Friday, November 16, 2007

Follow on to the Russian Anti Missile Radar

Another interesting detail from the same Av Week article. "Russian officials say it can locate missile launch sites and predict trajectories by transmitting data to computing complexes near Moscow."
Wow. A multi million ruble system doesn't have the on site computing power to compute trajectories, launch points and impact points? In the year it was built (1985) or today? Russian anti ballistic missile defense relies upon the phone lines from Azerbaijan to Moscow staying up under nuclear attack? Is a system that vulnerable to enemy action even worth building?
Could it be that the Russians were incapable of providing the necessary on-site computer power back in 1985? Did the Russians only have one main frame computer in Moscow to serve the entire anti ballistic missile system?
By way of comparison, the US had a mobile anti artillery radar project in 1975 (ten years earlier) that detected and tracked artillery shells in flight, and computed launch and impact points all using a smallish 16 bit mini computer (AN/UYK-20).

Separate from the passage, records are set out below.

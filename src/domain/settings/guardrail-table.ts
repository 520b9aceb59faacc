import type { Severity } from "./check-texts";

/**
 * The guardrails of a change (content.md 6, from settings.md 3.3): when each one
 * speaks is in `guardrails.ts`, what it says is here.
 *
 * `whenWeakeningCannotWait` says what becomes of it when a change only weakens,
 * after a low or on an educator's word: such a change never waits.
 */
export const GUARDRAILS = {
  "one-family": {
    text: "Two settings at once can be compared only as a pair. Which one matters most today?",
    whenWeakeningCannotWait: "silent",
  },
  "too-soon": {
    text: "Version {version} has been in effect for {hours} hours. Three full days show more than one.",
    whenWeakeningCannotWait: "silent",
  },
  "too-big": {
    text: "This is a {percent}% step. Published advice moves in steps of 10 to 20%.",
    whenWeakeningCannotWait: "informs",
  },
  "no-pattern": {
    text: "One day is not a pattern. Which other days looked like this?",
    whenWeakeningCannotWait: "silent",
  },
  "flagged-days": {
    text: "{days} of these days are flagged. They may not be ordinary.",
    whenWeakeningCannotWait: "same",
  },
  "stronger-after-lows": {
    text: "There were lows on these days. Talk to your educator before more insulin.",
    whenWeakeningCannotWait: "same",
  },
  "weaker-and-ketones": {
    text: "Ketones were noted. Follow your sick-day plan first.",
    whenWeakeningCannotWait: "same",
  },
  "basal-share": {
    text: "Basal would be {percent}% of your day's insulin. Published shares run from {low} to {high}%.",
    whenWeakeningCannotWait: "same",
  },
  "outside-step": {
    text: "Your device moves in steps of {step}. Choose {below} or {above}.",
    whenWeakeningCannotWait: "same",
  },
  gate: {
    text: "This needs your educator first. You can write it down and send it now.",
    whenWeakeningCannotWait: "same",
  },
} as const satisfies Record<string, { text: string; whenWeakeningCannotWait: "silent" | "informs" | "same" }>;

export type GuardrailCode = keyof typeof GUARDRAILS;

/** A guardrail that spoke. `tellsEducator` marks the one the educator hears of too. */
export type GuardrailFinding = Readonly<{
  code: GuardrailCode;
  severity: Severity;
  text: string;
  tellsEducator: boolean;
}>;

/** The numbers of the table; an educator may set others for one person, a clinic for all. */
export type GuardrailLimits = Readonly<{
  /** Hours a family rests before it is strengthened again: three full days. */
  restHours: number;
  /** A step above this asks, in percent of the old value. */
  askStepPercent: number;
  /** A step of a basal rate above this is mentioned. */
  informBasalStepPercent: number;
  evidenceDays: number;
  /** Fewer days are enough where the pattern is lows. */
  evidenceDaysForLows: number;
  /** Share of readings below 70 mg/dL in the last three days. */
  lowFraction: number;
  ketonesMmol: number;
  basalShareLowPercent: number;
  basalShareHighPercent: number;
}>;

export const DEFAULT_GUARDRAIL_LIMITS: GuardrailLimits = {
  restHours: 72,
  askStepPercent: 20,
  informBasalStepPercent: 10,
  evidenceDays: 3,
  evidenceDaysForLows: 2,
  lowFraction: 0.04,
  ketonesMmol: 0.6,
  basalShareLowPercent: 30,
  basalShareHighPercent: 60,
};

ICBM re entry vehicles move the same way as artillery shells; the trajectory computations are exactly the same for both objects. I programmed this beastie and the software could aim the phased array radars and do trajectory computation at the same time. The whole computer was the physical size of three modern desktops and was in the IBM PC class (4.77 Mhz 8088, 128K bytes ram) for computing power.
In short, an small mobile American system from 1975 could compute trajectories, and a larger stationary Russian system from 1985 could not.

1 comment:

Kestra said...

This may not be inefficiency on the Russian's part; it could be strategic. Azarbijan and the surrounding neighborhood are not what Moscow would consider (now or in 1985) to be the most secrue area of the Empire. Also, Moscow likes keeping its best people nearby, i.e. In Moscow. They may have just not trusted Azarbijani technicians enought to trust them with the technology, or not have wanted to up-root their best tech guys and send them off to God-Knows-Where, the Caucauses. Of course, its very likely the Russians were just behind in technology at that point, but it may not have been the only reason.